Honestly speaking, I don't think you have any idea what you would do in that situation unless you actually experience it; empathy can only go so far.
Wow, no kidding. If you're stealing the bread from another starving family, I get you, but in a situation where the consequences aren't balanced; i.e., you don't steal the bread your family dies, you do steal the bread and a large multinational loses out on a couple of bucks; you'd be an idiot not to take it.
What you are describing are your values -- I reckon, if you were the owner, you would give the bread, and I would too.
The problem with your argument is that by applying this to stealing, you are, in that case, forcing your values on someone else. It might be obvious to you that the family should be saved, but you know what, maybe the owner has different values than you. Why should he do what your values want him to do? He should do what his values tell him to do, not yours.
Do I think the owner should give me the bread? Yeah. But it's not for me to decide if it's not mine.

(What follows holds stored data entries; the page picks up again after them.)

@dataclass(frozen=True, repr=False)
class BuildResult(ResultContract):
    """Everything a build produced. Evaluates and exports itself; no file I/O.

    Attributes
    ----------
    campaign : Campaign
    options : BuildOptions
    shifts : ttsp.shifting.ShiftResult
    law_fit : ttsp.laws.ShiftLawFit
    prony_fit : ttsp.prony.PronyFit
    model : ttsp.model.ViscoelasticModel
    checks : tuple of ttsp.checks.CheckResult
    notes : tuple of str
        Every warning of the build, each once (``warnings`` is the same tuple under its
        former name).
    input_sha256 : str
    input_files : tuple of str
    glass_transition : ttsp.transition.GlassTransitionEstimate or None
        E'' and tan δ peak temperatures at 1 Hz (frequency data only).
    relaxation_spectrum : ttsp.spectrum.RelaxationSpectrum or None
        H(τ) of the master curve when ``options.spectrum`` asked for it (frequency data).
    master_curve : ttsp.master_choice.MasterCurveChoice or None
        Which model of the master curve the shifts were fitted with, and why.
    cross_validation : ttsp.crossval.CrossValidation or None
        Held-out isotherm predictions (None when ``options.cross_validation`` is off).
    vertical_choice : ttsp.vertical_choice.VerticalChoice or None
        The vertical shift chosen and why, when ``vertical="auto"`` was asked for.

    The result contract (:mod:`ttsp.result_contract`): ``params`` are the reference
    temperature (stderr 0: chosen, not estimated) and the shift law's constants
    (``shift_law.<name>``, with their stderr); ``success`` is False when a check failed;
    ``to_dict`` is :meth:`summary`; ``from_dict`` reads a summary back (see there).
    """

    campaign: Campaign
    options: BuildOptions
    shifts: ShiftResult
    law_fit: ShiftLawFit
    prony_fit: PronyFit
    model: ViscoelasticModel
    checks: tuple
    notes: tuple
    input_sha256: str
    input_files: tuple = ()
    glass_transition: GlassTransitionEstimate | None = None
    relaxation_spectrum: RelaxationSpectrum | None = None
    master_curve: MasterCurveChoice | None = None
    cross_validation: CrossValidation | None = None
    vertical_choice: VerticalChoice | None = None

    @property
    def reference_temperature_K(self) -> float:
        return float(self.shifts.reference_temperature_K)

    @property
    def reference_temperature_C(self) -> float:
        return float(kelvin_to_celsius(self.reference_temperature_K))

    @property
    def series(self):
        return self.prony_fit.series

    @property
    def warnings(self) -> tuple:
        """The notes under their former name (read-only)."""
        return self.notes

    # ---- the result contract -------------------------------------------------------------------
    @property
    def params(self) -> dict:
        """``reference_temperature_C`` and the shift law's constants as ``shift_law.<name>``."""
        return {"reference_temperature_C": self.reference_temperature_C,
                **{f"shift_law.{k}": float(v) for k, v in self.law_fit.params.items()}}

    @property
    def stderr(self) -> dict:
        """0 for the reference temperature (chosen), the law's stderr for its constants."""
        return {"reference_temperature_C": 0.0,
                **{f"shift_law.{k}": float(v) for k, v in self.law_fit.stderr.items()}}

    @property
    def success(self) -> bool:
        """False when a check failed."""
        return not self.failed_checks

    @property
    def message(self) -> str:
        """The count of checks by status."""
        return "checks: " + ", ".join(f"{sum(c.status == s for c in self.checks)} {s}"
                                      for s in ("pass", "warn", "fail"))

    def to_dict(self) -> dict:
        """The content of ``summary.json`` (:meth:`summary`, without a creation time)."""
        return self.summary()

    @classmethod
    def from_dict(cls, data: dict) -> BuildResult:
        """Read a summary (:meth:`summary`, ``summary.json``) back as far as it goes.

        The options, shifts, law fit, checks, cross-validation, notes and input hash come back
        (each through its type's ``from_dict``); the campaign, the Prony fit, the model and the
        other parts are not in a summary and come back as None, so only the contract and the
        parts named here can be used.
        """
        cv = data.get("cross_validation")
        # a partial result: the parts a summary does not hold are None (typed as built)
        return cls(campaign=None, options=BuildOptions(**data["options"]),  # type: ignore[arg-type]
                   shifts=ShiftResult.from_dict({**data["shifting"],
                                                 "shift_factors": data["shift_factors"]}),
                   law_fit=ShiftLawFit.from_dict(data["shift_law"]),
                   prony_fit=None, model=None,  # type: ignore[arg-type]
                   checks=tuple(CheckResult.from_dict(c) for c in data["checks"]),
                   notes=tuple(data.get("warnings") or ()),
                   input_sha256=str(data.get("input_sha256", "")),
                   input_files=tuple(data.get("input_files") or ()),
                   cross_validation=None if cv is None else CrossValidation.from_dict(cv))

    @property
    def failed_checks(self) -> tuple:
        return tuple(c for c in self.checks if c.status == "fail")

    # ---- tables --------------------------------------------------------------------------------
    def master_curve_frame(self):
        """Every input point with its reduced x and shifted values (none dropped)."""
        return self.shifts.shifted_frame(self.campaign)

    def material_functions_frame(self, points_per_decade: int = 10, temperature_C=None,
                                 band=None):
        """E(t), D(t), E', E'', tan δ at the reference temperature on one log grid.

        Row i holds the time t_i and the frequency f_i = 1/(2π t_i) (so ω_i = 1/t_i), over the
        series' valid reduced range widened by one decade each side (those rows are flagged).
        With ``temperature_C`` the same functions at that temperature (through the model's
        a_T and b_T, :class:`ttsp.model.ViscoelasticModel`), over the same reduced range
        (times t_i·a_T); rows are flagged ``extrapolated`` outside the reduced range, and all
        rows when the temperature lies outside the shift law's fitted range.
        With ``band=LEVEL`` (and a build made with bands) each of E(t), D(t), E', E'' also gets
        its interval columns (:func:`band_columns`; :mod:`ttsp.bands`).
        """
        import pandas as pd

        lo, hi = self.series.valid_reduced_time_range_s
        t = np.logspace(math.log10(lo) - 1, math.log10(hi) + 1,
                        int(round((math.log10(hi) - math.log10(lo) + 2) * points_per_decade)) + 1)
        if temperature_C is not None:
            return self._functions_at(t, float(temperature_C))
        omega = 1.0 / t
        creep = self.model.creep_series
        frame = pd.DataFrame({
            "time_s": t,
            "relaxation_modulus_Pa": self.series.relaxation_modulus(t),
            "creep_compliance_1_per_Pa": creep.creep_compliance(t),
            "frequency_Hz": omega / (2 * math.pi),
            "storage_modulus_Pa": self.series.storage_modulus(omega),
            "loss_modulus_Pa": self.series.loss_modulus(omega),
            "tan_delta": self.series.tan_delta(omega),
            "extrapolated": outside_log_range(t, lo, hi),
        })
        ensemble = getattr(self.model, "ensemble", None)
        if band is not None and ensemble is not None:
            for q in ("relaxation_modulus", "creep_compliance", "storage_modulus",
                      "loss_modulus"):
                x = ({"time_s": t} if q in ("relaxation_modulus", "creep_compliance")
                     else {"frequency_Hz": frame["frequency_Hz"].to_numpy()})
                b = ensemble.interval(q, frame[QUANTITY_COLUMNS[q]].to_numpy(),
                                      self.reference_temperature_K, band,
                                      central_log10_aT=0.0, **x)
                low, high = band_columns(q)
                frame[low], frame[high] = b.low, b.high
            frame.attrs["band_level"] = float(band)
        frame.attrs["reference_temperature_C"] = self.reference_temperature_C
        return frame

    def _functions_at(self, reduced_t, temperature_C: float):
        import pandas as pd

        lo, hi = self.series.valid_reduced_time_range_s
        T_K = float(celsius_to_kelvin(temperature_C))
        rng = self.model.law.valid_temperature_range_K
        beyond_law = rng is not None and not rng[0] - MATCH_K <= T_K <= rng[1] + MATCH_K
        m = self.model
        with warnings.catch_warnings():   # the 'extrapolated' column says where, row by row
            warnings.simplefilter("ignore", ExtrapolationWarning)
            t = reduced_t * 10.0 ** float(m.log10_aT(T_K))
            f = 1.0 / (2 * math.pi * t)
            frame = pd.DataFrame({
                "temperature_C": np.full(t.size, temperature_C),
                "time_s": t,
                "relaxation_modulus_Pa": m.relaxation_modulus(t, T_K),
                "creep_compliance_1_per_Pa": m.creep_compliance(t, T_K),
                "frequency_Hz": f,
                "storage_modulus_Pa": m.storage_modulus(f, T_K),
                "loss_modulus_Pa": m.loss_modulus(f, T_K),
                "tan_delta": m.tan_delta(f, T_K),
                "extrapolated": outside_log_range(reduced_t, lo, hi) | beyond_law,
            })
        frame.attrs["temperature_C"] = temperature_C
        return frame

    # ---- the output contract -------------------------------------------------------------------
    def summary(self, *, created_utc: str = "") -> dict:
        """The content of ``summary.json`` (schema version 1; see ``ttsp/schema``)."""
        law = self.law_fit.to_dict()
        law_section = {
            "model": law["model"],
            "parameters": law["parameters"],
            "parameter_stderr": law.get("parameter_stderr", {}),
            "reference_temperature_C": law["reference_temperature_C"],
            "valid_temperature_range_C": law["valid_temperature_range_C"],
        }
        law_section.update({k: v for k, v in law.items() if k not in law_section})
        prony = self.series.to_dict()
        # the half-width of its profile interval (ttsp.prony.nnls): data short of the plateau
        # leave the equilibrium modulus poorly known, which the number alone does not say
        e_inf_stderr = float(dict(self.prony_fit.stderr).get("equilibrium_modulus_Pa", math.nan))
        prony["equilibrium_modulus_stderr_Pa"] = (e_inf_stderr if math.isfinite(e_inf_stderr)
                                                  else None)
        ensemble = getattr(self.model, "ensemble", None)
        shifting = self.shifts.to_dict()
        shift_factors = shifting.pop("shift_factors")
        return {
            "schema_version": SCHEMA_VERSION,
            "tool_version": __version__,
            "created_utc": created_utc,
            "input_sha256": self.input_sha256,
            "input_files": list(self.input_files),
            "options": self.options.to_dict(),
            "domain": self.campaign.domain,
            "modulus_kind": self.campaign.modulus_kind,
            "source": self.campaign.source,
            "units_as_read": dict(self.campaign.units_as_read),
            "rows_left_out": dict(self.campaign.dropped_rows),
            "reference_temperature_C": self.reference_temperature_C,
            "shift_factors": shift_factors,
            "shifting": shifting,
            "shift_law": law_section,
            "prony": prony,
            "glass_transition": (self.glass_transition.to_dict()
                                 if self.glass_transition is not None else None),
            "relaxation_spectrum": _spectrum_summary(self.relaxation_spectrum),
            "master_model": self.master_curve.to_dict() if self.master_curve is not None else None,
            "cross_validation": (self.cross_validation.to_dict()
                                 if self.cross_validation is not None else None),
            "vertical_choice": (self.vertical_choice.to_dict()
                                if self.vertical_choice is not None else None),
            "bands": ensemble.to_dict() if ensemble is not None else None,
            "checks": [c.to_dict() for c in self.checks],
            "warnings": list(self.notes),
        }

    def __repr__(self) -> str:
        isotherms = "?" if self.campaign is None else len(self.campaign)
        terms = "no" if self.prony_fit is None else self.series.n_terms
        return (f"BuildResult({isotherms} isotherms, reference "
                f"{self.reference_temperature_C:.2f} °C, law {self.law_fit.law.model}, "
                f"{terms} Prony terms, {self.message})")

    def _html_caption(self) -> str:
        return "ttsp build"

    def _html_rows(self) -> list[tuple[str, str]]:
        rows = [("reference temperature", f"{self.reference_temperature_C:.2f} °C"),
                ("shift law", self.law_fit.law.model)]
        if self.campaign is not None:
            rows[:0] = [("source", str(self.campaign.source)),
                        ("isotherms", f"{len(self.campaign)} ({self.campaign.domain} domain, "
                                      f"{self.campaign.modulus_kind})")]
        if self.prony_fit is not None:
            lo, hi = self.series.valid_reduced_time_range_s
            rows.append(("Prony series", f"{self.series.n_terms} terms, rms "
                                         f"{self.prony_fit.rms_percent:.2f} %, valid reduced "
                                         f"time {lo:.3g} – {hi:.3g} s"))
        g = self.glass_transition
        if g is not None and g.loss_peak_from_model_K is not None:
            rows.append(("Tg (E'' peak at 1 Hz)", f"{g.loss_peak_from_model_K - 273.15:.1f} °C"))
        rows += [(f"check {c.name}", f"{c.status}: {c.message}") for c in self.checks]
        return rows
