_REGISTRY = (
    _Entry("noise_level", ("campaign",), lambda c, s, l, p: check_noise_level(c)),
    _Entry("simplicity_van_gurp_palmen", ("campaign",),
           lambda c, s, l, p: check_van_gurp_palmen(c, shifts=s)),
    _Entry("simplicity_loss_vs_storage", ("campaign",),
           lambda c, s, l, p: check_loss_vs_storage(c, shifts=s)),
    _Entry("function_agreement", ("campaign", "shifts"),
           lambda c, s, l, p: _function_agreement(c, s)),
    _Entry("overlap_coverage", ("campaign",),
           lambda c, s, l, p: check_overlap_coverage(c, shifts=s)),
    _Entry("shifted_superposition", ("campaign", "shifts"),
           lambda c, s, l, p: check_shifted_superposition(c, s)),
    _Entry("outliers", ("campaign", "shifts"), lambda c, s, l, p: check_outliers(c, s)),
    _Entry("monotonic_shifts", ("shifts",), lambda c, s, l, p: check_monotonic_shifts(s)),
    _Entry("law_residuals", ("law_fit",), lambda c, s, l, p: check_law_residuals(l, shifts=s)),
    _Entry("kramers_kronig", ("campaign", "shifts|prony_fit"),
           lambda c, s, l, p: check_kramers_kronig(c, shifts=s, prony_fit=p)),
    _Entry("prony_fit_quality", ("prony_fit",),
           lambda c, s, l, p: check_prony_fit_quality(p, campaign=c)),
    _Entry("master_curve_range", ("prony_fit",), lambda c, s, l, p: check_master_curve_range(p)),
    _Entry("relaxation_creep", ("campaign", "shifts"),
           lambda c, s, l, p: check_relaxation_creep(c, s)),
)

#: Names of the registered checks, in the order :func:`run_checks` runs them.
CHECK_NAMES = tuple(e.name for e in _REGISTRY)


def run_checks(campaign: Campaign, *, shifts=None, law_fit=None,
               prony_fit=None) -> tuple[CheckResult, ...]:
    """Run every registered check whose inputs are available.

    Parameters
    ----------
    campaign : Campaign
        The measured campaign.
    shifts : shift result, optional
        From the shifting (``temperature_K``, ``log10_aT``, ``log10_aT_stderr``, ``log10_bT``,
        ``flags``, ``outlier_mask``).
    law_fit : ShiftLawFit, optional
    prony_fit : PronyFit, optional

    Returns
    -------
    tuple of CheckResult
        In registry order (:data:`CHECK_NAMES`). A check whose inputs are missing, or that does
        not apply to the data (a phase-angle check on relaxation data), is left out. A check that
        cannot be evaluated on these data (a solver failure inside it, :class:`FitError`) is
        reported as a warning.

    Raises
    ------
    DataError
        If ``campaign`` is not a Campaign or ``shifts`` does not belong to it.
    """
    campaign = _as_campaign(campaign)
    if shifts is not None:
        _align_shifts(campaign, shifts)
    given = {"campaign": campaign, "shifts": shifts, "law_fit": law_fit, "prony_fit": prony_fit}
    out = []
    for entry in _REGISTRY:
        if not all(any(given[alt] is not None for alt in need.split("|"))
                   for need in entry.needs):
            continue
        try:
            result = entry.run(campaign, shifts, law_fit, prony_fit)
        except FitError as exc:
            result = CheckResult(entry.name, "warn", None, None,
                                 f"This check could not be evaluated on these data ({exc}).",
                                 {"error": str(exc)})
        if result is not None:
            out.append(in_the_symbols_of(result, campaign.modulus_kind))
    return tuple(out)
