"""Read temperature campaigns from the files people have: delimited text and .xlsx.

What is understood:

* delimiters: comma, semicolon, tab or runs of white space, detected from the data lines;
* decimal commas (with a semicolon, tab or white-space delimiter), quoted cells, a UTF-8 BOM,
  UTF-16 with or without a BOM, and Windows-1252 / Latin-1 files;
* a white-space header whose names contain spaces (``Temp (°C) Freq (Hz)``) is regrouped into
  as many names as the data has columns;
* preamble lines before the header row are skipped and kept as metadata (``key: value``,
  ``key = value`` or ``key<delimiter>value``);
* units read from the headers (see :mod:`ttsp.io.headers`), from a line of units right under
  the names (``°C, Hz, MPa``), or given explicitly;
* long format (a temperature column) or one file per isotherm, with the temperature taken from
  a column, a preamble line such as ``Temperature: 35 °C``, or the file name (``sweep_35C.csv``);
* a folder, or several files, as one campaign;
* rows that are clearly not data, skipped and listed by row and text (never silently): text
  lines after the data, and a row with a word such as ``overload`` in a number column
  (:mod:`ttsp.io.skipped_rows`).

Everything is converted to SI and kelvin and validated by :meth:`ttsp.data.Campaign.from_frame`,
so every error names the file, the column and the first bad row.
"""

from __future__ import annotations

import codecs
import csv
import math
import os
import re
import warnings
from collections import Counter
from dataclasses import dataclass, field, replace
from pathlib import Path
from typing import Mapping, Sequence

import numpy as np

from .._validation import check_positive, printable, where
from ..data import QUANTITIES, Campaign
from ..exceptions import DataError, DroppedRowsWarning
from ..units import parse_unit
from .headers import DEFAULT_UNIT, UNIT_KIND_OF_ROLE, HeaderMeaning, interpret_header
from .workbook import read_sheet_cells
from .skipped_rows import (TEXT_AFTER_DATA, TEXT_IN_NUMBER_COLUMN, SkippedRow, describe_skipped,
                           is_text_cell, refuse_mostly_text)

__all__ = ["read_campaign", "hash_inputs", "read_table", "RawTable", "TEXT_SUFFIXES",
           "TABLE_SUFFIXES",
           "DEFAULT_MAX_POINTS", "MAX_POINTS_ENV"]

TEXT_SUFFIXES = (".csv", ".txt", ".tsv", ".dat", ".tab", ".asc")
TABLE_SUFFIXES = TEXT_SUFFIXES + (".xlsx",)
_NUMBER = re.compile(r"^[+-]?(\d+([.,]\d*)?|[.,]\d+)([eE][+-]?\d+)?$")
_SPECIAL_NUMBERS = ("nan", "inf", "-inf", "+inf", "infinity", "-infinity", "+infinity")
# Characters of a plain number with a decimal point. Over this alphabet Python's (and numpy's)
# float() accepts exactly the language of _NUMBER, so a column made only of them can be converted
# in one call; anything else takes the cell-by-cell path that names the first bad cell.
_NOT_PLAIN_NUMBER = re.compile(r"[^0-9.eE+\-\n]")
# a number grouped by thousands separators: 1,234.5  1.234,5  1 234,5  1'234.5  12,345,678
_GROUPED = re.compile(r"^[+-]?\d{1,3}(?P<sep>[,.' \u00a0\u202f])\d{3}(?:(?P=sep)\d{3})*"
                      r"(?:[.,]\d*)?(?:[eE][+-]?\d+)?$")
# one comma or one dot followed by exactly three digits: a decimal mark or a thousands separator
_COMMA_GROUP_CELLS = re.compile(r"(?m)^[+\-−]?[1-9]\d{0,2},\d{3}$")
_DOT_GROUP_CELLS = re.compile(r"(?m)^[+\-−]?[1-9]\d{0,2}\.\d{3}$")
_COMMA_DECIMAL_CELLS = re.compile(r"(?m)^[+\-−]?(?:\d+,\d*|,\d+)(?:[eE][+-]?\d+)?$")
_DOT_DECIMAL_CELLS = re.compile(r"(?m)^[+\-−]?(?:\d+\.\d*|\.\d+)(?:[eE][+-]?\d+)?$")
# a non-empty cell without a digit, searched in a column's cells joined by newlines
_CELL_WITHOUT_DIGIT = re.compile(r"(?m)^[^\d\n]+$")
# Size guard: a campaign with more points than this is refused before it fills the memory.
DEFAULT_MAX_POINTS = 2_000_000
MAX_POINTS_ENV = "TTSP_MAX_POINTS"
_BYTES_PER_POINT = 256      # a file larger than max_points * this is refused unread
_KEY_VALUE = re.compile(r"^\s*#?\s*([^:=]{1,60}?)\s*[:=]\s*(.*?)\s*$")
# a temperature in a file name: a number, then C/K/F (or °C, degC ...) not followed by a letter or
# digit; it must start the name or follow a separator ( _ = space . , ; ( [ ) or a T/temp prefix
_TEMPERATURE_IN_NAME = re.compile(
    r"(?P<prefix>(?:^|(?<=[^A-Za-z0-9.]))(?:t|temp|temperature)?[_=]?)"
    r"(?P<sign>[-+−]?)(?P<value>\d+(?:[.,p]\d+)?)\s*(?P<unit>°C|degC|C|K|°F|degF|F)"
    r"(?![A-Za-z0-9])", re.IGNORECASE)
_TEMPERATURE_KEY = re.compile(r"temp|^t$|^t\s*[\(\[]")
_PRIMARY_TEMPERATURE_KEYS = ("temperature", "temp", "t", "test temperature", "temperatur",
                             "sample temperature", "isotherm", "isothermal temperature")


@dataclass(frozen=True)
class RawTable:
    """One file's table as text cells, before any interpretation.

    ``rows`` hold the data cells; ``line_numbers`` the 1-based line of the file each came from.
    ``skipped`` lists the rows left out as clearly not data (:mod:`ttsp.io.skipped_rows`);
    ``uncomputed`` maps ``(line, column index)`` of a workbook's formula cells that store no
    value to the formula.
    """

    path: str
    header: tuple
    rows: tuple
    line_numbers: tuple
    preamble: Mapping[str, str]
    decimal_comma: bool
    dropped: Mapping[str, int] = field(default_factory=dict)
    skipped: tuple = ()
    uncomputed: Mapping[tuple, str] = field(default_factory=dict)


# ---- bytes -> text ----------------------------------------------------------------------------
def _decode(data: bytes, path: str) -> str:
    """Decode a text file: UTF-8 (with or without BOM), UTF-16 (with a BOM, or recognised by its
    zero bytes), else Windows-1252 / Latin-1 (the single-byte encodings of older exports)."""
    if not data.strip():
        raise DataError(f"{where(path)}the file is empty")
    if data.startswith((codecs.BOM_UTF32_LE, codecs.BOM_UTF32_BE)):
        raise DataError(f"{where(path)}not a text table ttsp reads: the file is UTF-32 text; "
                        f"save it as UTF-8")
    if data.startswith(codecs.BOM_UTF8):
        try:
            text = data[len(codecs.BOM_UTF8):].decode("utf-8", errors="strict")
        except UnicodeDecodeError as exc:
            raise DataError(f"{where(path)}not a text table: the file starts with a UTF-8 mark "
                            f"but byte {exc.start + 3} is not UTF-8") from None
    elif data.startswith(codecs.BOM_UTF16_LE) or data.startswith(codecs.BOM_UTF16_BE):
        try:
            text = data.decode("utf-16")
        except UnicodeDecodeError:
            raise DataError(f"{where(path)}not a text table: the file starts with a UTF-16 mark "
                            f"but is not UTF-16 text") from None
    else:
        sample = data[:4096]
        zeros_odd, zeros_even = sample[1::2].count(0), sample[0::2].count(0)
        half = len(sample) // 2
        text = None
        if half >= 4 and zeros_odd > 0.4 * half and zeros_even == 0:
            text = _try_decode(data, "utf-16-le")
        elif half >= 4 and zeros_even > 0.4 * half and zeros_odd == 0:
            text = _try_decode(data, "utf-16-be")
        if text is None:
            text = (_try_decode(data, "utf-8") or _utf8_cut_short(data)
                    or _try_decode(data, "cp1252") or data.decode("latin-1"))
    if "\x00" in text:
        raise DataError(f"{where(path)}not a text table: the file contains binary (NUL) bytes")
    head = text[:4096]
    printable = sum(ch.isprintable() or ch in "\r\n\t" for ch in head)
    if printable < 0.95 * len(head):
        raise DataError(f"{where(path)}not a text table: most bytes are not printable text")
    return text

In theory it's great, in practice it depends. In any case every time we interact with each other we make allowances, so I'm not sure I buy into this sort of morality by means of subjecting others to your values. A sort of pacifist approach that assigns inaction a neutral value... I can see that argument but don't agree with it myself ;)
It's been a while since philosophy 101 (where you get a lot of different views) but Kant's greatest good for the greatest number seems to make sense. By taking the bread you cause perhaps even negligible harm to prevent (cause less) suffering/death... that sort of thing.